This week started out with big news on the world front. After a decade, US forces have finally found and killed the mastermind behind the September 11th attacks. The relief and closure this brought the general public was met with an equal amount of exuberance in the financial world. Suddenly fear premium seemed to be evaporating all over the place. At the risk of sounding like a broken record, I worry if this isn’t a bit premature, maybe a touch of hubris coloring the commodity sell-off? The War on Terror was just the tip of the iceberg.

The idiom I am invoking is based on the notion that the top of the iceberg, the tip that is poking out above the waterline, is just a fraction of the frozen behemoth. For precious metals investors the “hidden” quantities behind the massive price move in gold are all of the fundamentals that were not hiding out in a cave or mansion in Pakistan over the last decade. This includes the current inflation, limited growth, rampant money supply, and massive national debt.

Inflation is probably the biggest chunk of the fear premium that should still be left in these markets. The second wave of quantitative easing from the Federal Reserve might be meeting its end, but enough cash has been floated to engulf the dollar. Anyone aiming to hedge against the monetary debasement probably took the sensible turn towards gold and silver months ago.
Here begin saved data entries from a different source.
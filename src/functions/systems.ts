import { mountLoads } from "../core/mountLoads";
import { relaxationTransmissibility } from "../core/relaxation";
import { rigidBodyFrequencies, type Vector } from "../core/rigidModes";
import { surgeFrequency } from "../core/surge";
import { twoStageFrequencies, twoStageTransmissibility } from "../core/twoStage";
import { type Argument, lift, one, requireSameLength, spaced, spill, table, vector } from "./cell";
import { CellFailure } from "./failure";
import { toSI, unitSystem, type UnitSystem } from "./unitSystems";

/**
 * Transmissibility of a two-stage mount, from the base to the upper mass.
 * @customfunction TWOSTAGE
 * @param frequency Excitation frequency; Hz; 0 or more. Number or range.
 * @param lowerMass Mass between the two stages, or moving mass of a flexible floor; kg or lb; above 0. One number.
 * @param lowerStiffness Stiffness below the lower mass; N/m, N/mm or lbf/in; above 0. One number.
 * @param lowerDamping Damping coefficient below the lower mass; N.s/m, N.s/mm or lbf.s/in; 0 or more. One number.
 * @param upperMass Mass on the upper stage; kg or lb; above 0. One number.
 * @param upperStiffness Stiffness between the masses; N/m, N/mm or lbf/in; above 0. One number.
 * @param upperDamping Damping coefficient between the masses; N.s/m, N.s/mm or lbf.s/in; 0 or more. One number.
 * @param [units] Unit system; word; si, mm or inch. Left out: si.
 * @returns Absolute transmissibility, upper mass over base; no unit; shape of frequency.
 * @example =TWOSTAGE(0, 10, 100000, 50, 20, 50000, 30) gives 1
 * @example =TWOSTAGE({5;50}, 10, 100000, 50, 20, 50000, 30) gives {2.8699735820538;0.00320178664891966}
 * @failure pole when both dampings are 0 and frequency is a natural frequency
 * @source Equations of motion of two masses in a chain, viscous dampers
 * @leavesOut One axis, rigid masses, linear stages; a floor stands for one of its modes only.
 */
export function TWOSTAGE(
  frequency: any[][],
  lowerMass: any[][],
  lowerStiffness: any[][],
  lowerDamping: any[][],
  upperMass: any[][],
  upperStiffness: any[][],
  upperDamping: any[][],
  units?: string,
): any[][] {
  const system = unitSystem(units);
  const lower = {
    mass: toSI(one("lowerMass", lowerMass), system.mass),
    stiffness: toSI(one("lowerStiffness", lowerStiffness), system.stiffness),
    damping: toSI(one("lowerDamping", lowerDamping), system.damping),
  };
  const upper = {
    mass: toSI(one("upperMass", upperMass), system.mass),
    stiffness: toSI(one("upperStiffness", upperStiffness), system.stiffness),
    damping: toSI(one("upperDamping", upperDamping), system.damping),
  };
  return lift((f) => twoStageTransmissibility(f, lower, upper), { frequency });
}

/**
 * The two undamped natural frequencies of a two-stage mount.
 * @customfunction TWOSTAGEFREQ
 * @param lowerMass Mass between the two stages; kg or lb; above 0. One number.
 * @param lowerStiffness Stiffness below the lower mass; N/m, N/mm or lbf/in; above 0. One number.
 * @param upperMass Mass on the upper stage; kg or lb; above 0. One number.
 * @param upperStiffness Stiffness between the masses; N/m, N/mm or lbf/in; above 0. One number.
 * @param [units] Unit system; word; si, mm or inch. Left out: si.
 * @returns Two natural frequencies, rising; Hz; a column.
 * @example =TWOSTAGEFREQ(10, 100000, 20, 50000) gives {6.30481955138217;20.088041936927}
 * @failure outside-domain when a mass or stiffness is not above 0
 * @source Roots of the quadratic in angular frequency squared of two masses in a chain
 * @leavesOut Damping, which lowers them a little; one axis, rigid masses.
 */
export function TWOSTAGEFREQ(
  lowerMass: any[][],
  lowerStiffness: any[][],
  upperMass: any[][],
  upperStiffness: any[][],
  units?: string,
): any[][] {
  const system = unitSystem(units);
  const stage = (mass: number, stiffness: number) => ({
    mass: toSI(mass, system.mass),
    stiffness: toSI(stiffness, system.stiffness),
    damping: 0,
  });
  const lower = stage(one("lowerMass", lowerMass), one("lowerStiffness", lowerStiffness));
  const upper = stage(one("upperMass", upperMass), one("upperStiffness", upperStiffness));
  return spill(twoStageFrequencies(lower, upper));
}

/**
 * Transmissibility of a mount whose damper is held by a spring of its own (elastically supported damper).
 * @customfunction RELAXTRANS
 * @param frequency Excitation frequency; any unit; 0 or more. Number or range.
 * @param naturalFrequency Natural frequency of the main spring alone; same unit; above 0. Number or range.
 * @param dampingRatio Damping coefficient over 2 sqrt(k m) of the main spring; fraction; 0 or more. Number or range.
 * @param seriesRatio Stiffness of the damper's spring over that of the main spring; no unit; above 0. Number or range.
 * @returns Absolute transmissibility; no unit; shape of the arguments together.
 * @example =RELAXTRANS(3, 1, 0.2, 3) gives 0.228807651044432
 * @failure pole when dampingRatio is 0 and frequency equals naturalFrequency
 * @source Complex stiffness k (1 + N i d/(N + i d)), d = 2 zeta r; mount of this kind: J. E. Ruzicka
 * @leavesOut One mass, one axis, linear parts, steady vibration.
 */
export function RELAXTRANS(
  frequency: any[][],
  naturalFrequency: any[][],
  dampingRatio: any[][],
  seriesRatio: any[][],
): any[][] {
  return lift(relaxationTransmissibility, { frequency, naturalFrequency, dampingRatio, seriesRatio });
}

/**
 * Vertical static load on each mount under a rigid frame; negative where the frame would lift off.
 * @customfunction MOUNTLOADS
 * @param x Mount positions along one axis; m, mm or in; any numbers. Whole range.
 * @param y Mount positions along the other axis; same unit; any numbers, as many. Whole range.
 * @param stiffness Vertical stiffness of each mount; N/m, N/mm or lbf/in; above 0, as many. Whole range.
 * @param weight Weight on the mounts (a force, not a mass); N or lbf; above 0. One number.
 * @param cgX Centre of gravity along the first axis; m, mm or in; any number. One number.
 * @param cgY Centre of gravity along the other axis; m, mm or in; any number. One number.
 * @param [units] Unit system, which does not change the loads; word; si, mm or inch. Left out: si.
 * @returns Load on each mount, uplift negative; N or lbf; the tables' own orientation.
 * @example =MOUNTLOADS({0;2;0;2}, {0;0;1;1}, {1;1;1;1}, 1000, 1, 0.5) gives {250;250;250;250}
 * @example =MOUNTLOADS({0,2,0}, {0,0,2}, {1,1,1}, 900, 0.5, 0.5) gives {450,225,225}
 * @failure outside-domain when all mounts stand on one line and the centre of gravity is off it
 * @source Balance of forces and moments with the sags of the mounts in one plane
 * @leavesOut Rigid frame, level seats: with more than three mounts packing and floor flatness shift loads; no side loads.
 */
export function MOUNTLOADS(
  x: any[][],
  y: any[][],
  stiffness: any[][],
  weight: any[][],
  cgX: any[][],
  cgY: any[][],
  units?: string,
): any[][] {
  unitSystem(units); // only checked: the loads carry the unit of the weight
  const places = vector("x", x);
  const others = vector("y", y);
  const springs = vector("stiffness", stiffness);
  requireSameLength(places, others);
  requireSameLength(places, springs);
  const mounts = Array.from(places.values, (value, i) => ({
    x: value,
    y: others.values[i],
    stiffness: springs.values[i],
  }));
  return spill(mountLoads(mounts, one("weight", weight), one("cgX", cgX), one("cgY", cgY)), places);
}

/**
 * The six undamped natural frequencies of a rigid body on mounts.
 * @customfunction RIGIDMODES
 * @param mass Mass of the body; kg or lb; above 0. One number.
 * @param inertia Inertia about the centre of gravity, off-diagonals -integral of x y dm; kg.m2, kg.mm2 or lb.in2; 3 by 3. Whole range.
 * @param positions Mount positions x, y, z from the centre of gravity, a row each; m, mm or in; any numbers. Whole range.
 * @param stiffnesses Dynamic stiffnesses along x, y, z, a row each; N/m, N/mm or lbf/in; 0 or more. Whole range.
 * @param [units] Unit system; word; si, mm or inch. Left out: si.
 * @returns Six natural frequencies, rising, 0 where nothing resists; Hz; a column.
 * @example =RIGIDMODES(100, {5,0,0;0,8,0;0,0,10}, {0.4,0.25,0;0.4,-0.25,0;-0.4,0.25,0;-0.4,-0.25,0}, {8E4,8E4,12E4;8E4,8E4,12E4;8E4,8E4,12E4;8E4,8E4,12E4}) gives {9.00316316157106;9.00316316157106;11.0265779084358;12.32808888123;13.4295088102045;15.5939360246735}
 * @failure outside-domain when inertia is not symmetric or belongs to no body, or a stiffness is negative
 * @source Newton-Euler equations for small motions; singular values of the scaled mount stretches
 * @leavesOut Small motions, damping, gravity's own stiffness, rocking stiffness of a single mount.
 */
export function RIGIDMODES(
  mass: any[][],
  inertia: any[][],
  positions: any[][],
  stiffnesses: any[][],
  units?: string,
): any[][] {
  const system = unitSystem(units);
  const body = triples("inertia", inertia, system, "inertia");
  if (body.length !== 3) throw new CellFailure("wrong-shape", `inertia must be 3×3, got ${body.length}×3`);
  const places = triples("positions", positions, system, "displacement");
  const springs = triples("stiffnesses", stiffnesses, system, "stiffness");
  if (places.length !== springs.length) {
    const lengths = `${places.length} positions and ${springs.length} rows of stiffnesses`;
    throw new CellFailure("wrong-shape", `each mount needs both: there are ${lengths}`);
  }
  return spill(rigidBodyFrequencies(toSI(one("mass", mass), system.mass), body, places, springs));
}

/** A table of three columns as rows in SI units. */
function triples(name: string, argument: Argument, system: UnitSystem, quantity: keyof UnitSystem): Vector[] {
  const { values, height, width } = table(name, argument);
  if (width !== 3) throw new CellFailure("wrong-shape", `${spaced(name)} must have 3 columns, got ${width}`);
  const at = (k: number) => toSI(values[k], system[quantity]);
  return Array.from({ length: height }, (_, i): Vector => [at(3 * i), at(3 * i + 1), at(3 * i + 2)]);
}

/**
 * First surge (standing wave) frequency of a helical spring, above which a mass-spring formula no longer holds.
 * @customfunction SURGE
 * @param stiffness Stiffness of the spring; N/m, N/mm or lbf/in; above 0. Number or range.
 * @param springMass Mass of the spring itself (not what it carries); kg or lb; above 0. Number or range.
 * @param [units] Unit system; word; si, mm or inch. Left out: si.
 * @returns First surge frequency; Hz; shape of the arguments together.
 * @example =SURGE(50000, 2) gives 79.0569415042095
 * @failure outside-domain when stiffness or springMass is not above 0
 * @source Half a wave in a uniform rod with both ends held, 0.5 sqrt(k/ms)
 * @leavesOut Both ends held, as between two heavy masses; higher waves follow at its multiples.
 */
export function SURGE(stiffness: any[][], springMass: any[][], units?: string): any[][] {
  const system = unitSystem(units);
  return lift((k, m) => surgeFrequency(toSI(k, system.stiffness), toSI(m, system.mass)), { stiffness, springMass });
}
Now the average person looking at the prices of groceries and gasoline is wondering if they shouldn’t do the same. Ben Bernanke tried to own the current price increases, saying that the core inflation was near the Federal Reserve’s goal. Unfortunately, it is hard to tell that to the consumers who are still trying to makes heads or tails out of the high unemployment levels, poor housing markets, and staggeringly bad growth in the United States. Cost of living increases are bad enough when there are jobs and prospects for improvements. The initial news of bin Laden’s death might roll over into consumer confidence, giving it a temporary boost. That could be a glimmer of hope for retailers who are also grappling with increased costs. It should be noted that higher gas prices were just the start of price jumps in 2008. That $4 a gallon price at the pump translated into fuel surcharges and a host of other increases for consumers. That tips the scales back towards fear in my eyes.

Speaking of Bernanke, his checklist of accomplishments during the financial crisis that began in 2008 appears to have boosted the stock market and corporations more than the overall growth and recovery of the nation. Don’t get me wrong – the bank bailouts and stimulus kept things from total collapse, but as the GDP release following Ben’s press conference showed, the first quarter of this year hardly delivered stellar growth. In fact, things slowed down compared to the final quarter of 2010. Where has the recovery gone? Fed members will argue that recovery will be slow, but I would venture a guess that the stimulus and resulting inflation are just starting to work their magic. Of course, no amount of trickery is likely to save Congress from raising that debt ceiling.

Treasury Secretary Timothy Geithner recently tried to sell the idea that there were “extraordinary measures” which could help the United States hit the critical limit on debt. Now it appears as though the fight to raise that limit is nearly upon us. A flurry of paper and numbers should come into play ahead of the August deadline, and lawmakers will move money from this place to that trying to think of ways to keep the US out of default. To do otherwise, as Timothy observed, would be “catastrophic.”